Collected data:
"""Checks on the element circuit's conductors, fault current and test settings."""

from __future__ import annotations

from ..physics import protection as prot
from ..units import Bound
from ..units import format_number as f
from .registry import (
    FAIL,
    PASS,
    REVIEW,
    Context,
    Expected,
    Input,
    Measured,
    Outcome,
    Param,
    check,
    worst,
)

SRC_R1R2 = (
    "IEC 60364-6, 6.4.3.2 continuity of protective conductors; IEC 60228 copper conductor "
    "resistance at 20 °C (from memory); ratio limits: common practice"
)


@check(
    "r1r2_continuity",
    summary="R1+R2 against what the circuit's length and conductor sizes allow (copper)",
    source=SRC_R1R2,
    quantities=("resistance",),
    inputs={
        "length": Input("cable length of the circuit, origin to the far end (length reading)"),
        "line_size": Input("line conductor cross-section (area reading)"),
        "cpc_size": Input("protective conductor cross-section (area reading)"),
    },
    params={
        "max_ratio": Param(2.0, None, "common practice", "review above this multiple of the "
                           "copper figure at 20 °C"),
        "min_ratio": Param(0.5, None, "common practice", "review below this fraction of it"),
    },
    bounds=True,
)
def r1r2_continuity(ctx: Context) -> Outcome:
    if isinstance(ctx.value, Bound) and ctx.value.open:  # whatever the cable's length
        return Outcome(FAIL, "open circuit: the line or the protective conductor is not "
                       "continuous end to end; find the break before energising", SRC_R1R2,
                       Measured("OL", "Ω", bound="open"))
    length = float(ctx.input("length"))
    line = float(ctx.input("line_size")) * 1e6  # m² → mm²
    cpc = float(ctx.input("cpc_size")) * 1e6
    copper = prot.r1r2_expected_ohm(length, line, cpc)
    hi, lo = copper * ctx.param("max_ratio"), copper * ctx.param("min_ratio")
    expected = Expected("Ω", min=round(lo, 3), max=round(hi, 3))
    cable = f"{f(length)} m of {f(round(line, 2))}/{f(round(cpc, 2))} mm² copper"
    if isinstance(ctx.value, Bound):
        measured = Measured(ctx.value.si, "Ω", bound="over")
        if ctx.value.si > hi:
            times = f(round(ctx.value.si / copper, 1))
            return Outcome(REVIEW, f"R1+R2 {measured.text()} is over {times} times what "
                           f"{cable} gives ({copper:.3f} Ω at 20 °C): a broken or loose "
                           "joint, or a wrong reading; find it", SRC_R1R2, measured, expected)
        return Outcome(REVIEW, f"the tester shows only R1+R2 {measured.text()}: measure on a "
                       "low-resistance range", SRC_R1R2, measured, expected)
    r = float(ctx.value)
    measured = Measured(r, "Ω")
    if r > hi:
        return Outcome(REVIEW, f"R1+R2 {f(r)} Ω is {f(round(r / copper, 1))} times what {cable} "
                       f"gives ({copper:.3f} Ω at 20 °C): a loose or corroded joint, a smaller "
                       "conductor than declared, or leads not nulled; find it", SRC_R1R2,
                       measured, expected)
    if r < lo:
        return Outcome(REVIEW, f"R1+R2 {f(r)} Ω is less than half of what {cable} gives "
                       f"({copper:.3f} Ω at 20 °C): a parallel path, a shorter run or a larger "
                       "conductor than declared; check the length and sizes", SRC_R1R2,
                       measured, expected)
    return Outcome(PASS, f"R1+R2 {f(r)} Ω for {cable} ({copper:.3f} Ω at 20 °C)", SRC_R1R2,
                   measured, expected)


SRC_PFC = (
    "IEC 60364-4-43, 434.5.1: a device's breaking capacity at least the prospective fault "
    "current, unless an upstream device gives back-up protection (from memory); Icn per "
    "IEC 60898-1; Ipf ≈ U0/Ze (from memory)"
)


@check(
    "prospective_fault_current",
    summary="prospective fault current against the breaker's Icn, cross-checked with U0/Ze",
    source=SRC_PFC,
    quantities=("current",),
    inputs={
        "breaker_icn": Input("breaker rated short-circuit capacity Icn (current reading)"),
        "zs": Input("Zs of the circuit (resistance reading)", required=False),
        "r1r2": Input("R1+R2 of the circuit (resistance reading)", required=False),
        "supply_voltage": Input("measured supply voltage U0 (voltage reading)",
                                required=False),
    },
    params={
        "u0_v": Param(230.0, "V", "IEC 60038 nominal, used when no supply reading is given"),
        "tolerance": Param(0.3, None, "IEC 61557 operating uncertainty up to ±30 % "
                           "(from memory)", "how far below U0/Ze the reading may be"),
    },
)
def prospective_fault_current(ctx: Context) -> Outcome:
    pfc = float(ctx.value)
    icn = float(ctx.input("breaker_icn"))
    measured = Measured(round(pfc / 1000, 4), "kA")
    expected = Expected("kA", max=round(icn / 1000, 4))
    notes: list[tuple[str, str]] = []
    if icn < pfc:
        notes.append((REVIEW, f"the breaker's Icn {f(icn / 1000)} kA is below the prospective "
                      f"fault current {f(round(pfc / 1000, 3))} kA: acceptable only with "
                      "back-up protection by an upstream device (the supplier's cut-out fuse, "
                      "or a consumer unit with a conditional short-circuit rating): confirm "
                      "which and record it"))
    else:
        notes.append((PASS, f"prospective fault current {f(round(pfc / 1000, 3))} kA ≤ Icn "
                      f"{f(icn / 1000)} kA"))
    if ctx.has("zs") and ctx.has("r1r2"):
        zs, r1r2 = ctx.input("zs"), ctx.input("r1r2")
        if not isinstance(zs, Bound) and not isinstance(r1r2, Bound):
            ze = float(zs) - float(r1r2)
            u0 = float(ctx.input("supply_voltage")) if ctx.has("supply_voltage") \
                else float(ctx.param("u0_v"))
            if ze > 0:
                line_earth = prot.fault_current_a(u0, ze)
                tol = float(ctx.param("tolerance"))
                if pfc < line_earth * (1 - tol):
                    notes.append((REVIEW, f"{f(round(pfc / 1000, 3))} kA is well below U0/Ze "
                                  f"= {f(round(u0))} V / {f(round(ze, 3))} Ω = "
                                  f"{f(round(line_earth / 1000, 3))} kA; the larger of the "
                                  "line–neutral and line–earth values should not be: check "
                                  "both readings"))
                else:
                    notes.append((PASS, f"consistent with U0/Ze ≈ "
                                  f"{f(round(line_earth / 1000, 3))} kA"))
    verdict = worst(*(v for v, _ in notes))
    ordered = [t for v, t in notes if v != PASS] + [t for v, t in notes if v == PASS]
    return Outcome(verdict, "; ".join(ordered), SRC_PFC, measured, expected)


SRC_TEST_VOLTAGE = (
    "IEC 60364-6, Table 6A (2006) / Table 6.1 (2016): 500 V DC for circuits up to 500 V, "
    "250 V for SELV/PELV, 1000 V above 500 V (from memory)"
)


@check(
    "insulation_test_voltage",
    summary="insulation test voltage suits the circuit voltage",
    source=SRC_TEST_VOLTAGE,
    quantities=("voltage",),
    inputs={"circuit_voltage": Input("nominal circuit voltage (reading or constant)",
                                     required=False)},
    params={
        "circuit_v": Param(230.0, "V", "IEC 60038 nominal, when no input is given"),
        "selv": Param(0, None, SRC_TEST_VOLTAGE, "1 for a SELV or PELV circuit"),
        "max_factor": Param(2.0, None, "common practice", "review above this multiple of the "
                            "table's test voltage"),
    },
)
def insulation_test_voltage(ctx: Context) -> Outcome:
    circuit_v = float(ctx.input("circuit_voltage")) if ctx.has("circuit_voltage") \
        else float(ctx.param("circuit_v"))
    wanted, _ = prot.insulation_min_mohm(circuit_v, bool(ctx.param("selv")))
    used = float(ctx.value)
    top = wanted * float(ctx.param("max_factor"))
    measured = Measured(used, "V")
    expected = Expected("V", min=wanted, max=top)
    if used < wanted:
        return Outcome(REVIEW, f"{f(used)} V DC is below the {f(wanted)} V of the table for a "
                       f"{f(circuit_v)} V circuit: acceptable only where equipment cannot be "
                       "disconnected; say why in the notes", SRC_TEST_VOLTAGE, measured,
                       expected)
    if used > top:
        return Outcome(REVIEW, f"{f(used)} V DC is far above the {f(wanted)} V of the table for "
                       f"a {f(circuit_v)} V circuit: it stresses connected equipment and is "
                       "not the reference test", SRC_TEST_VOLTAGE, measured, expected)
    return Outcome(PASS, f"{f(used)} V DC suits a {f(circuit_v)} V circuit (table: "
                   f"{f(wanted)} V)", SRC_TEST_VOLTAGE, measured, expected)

Aim of the exercise.
Starting at the line that has "60898-1; Ipf ≈" and ending at the line that has "max=round(icn / 1000, 4))", please write out the lines above exactly, leaving out all others.

Answer for this exercise.
    "IEC 60898-1; Ipf ≈ U0/Ze (from memory)"
)


@check(
    "prospective_fault_current",
    summary="prospective fault current against the breaker's Icn, cross-checked with U0/Ze",
    source=SRC_PFC,
    quantities=("current",),
    inputs={
        "breaker_icn": Input("breaker rated short-circuit capacity Icn (current reading)"),
        "zs": Input("Zs of the circuit (resistance reading)", required=False),
        "r1r2": Input("R1+R2 of the circuit (resistance reading)", required=False),
        "supply_voltage": Input("measured supply voltage U0 (voltage reading)",
                                required=False),
    },
    params={
        "u0_v": Param(230.0, "V", "IEC 60038 nominal, used when no supply reading is given"),
        "tolerance": Param(0.3, None, "IEC 61557 operating uncertainty up to ±30 % "
                           "(from memory)", "how far below U0/Ze the reading may be"),
    },
)
def prospective_fault_current(ctx: Context) -> Outcome:
    pfc = float(ctx.value)
    icn = float(ctx.input("breaker_icn"))
    measured = Measured(round(pfc / 1000, 4), "kA")
    expected = Expected("kA", max=round(icn / 1000, 4))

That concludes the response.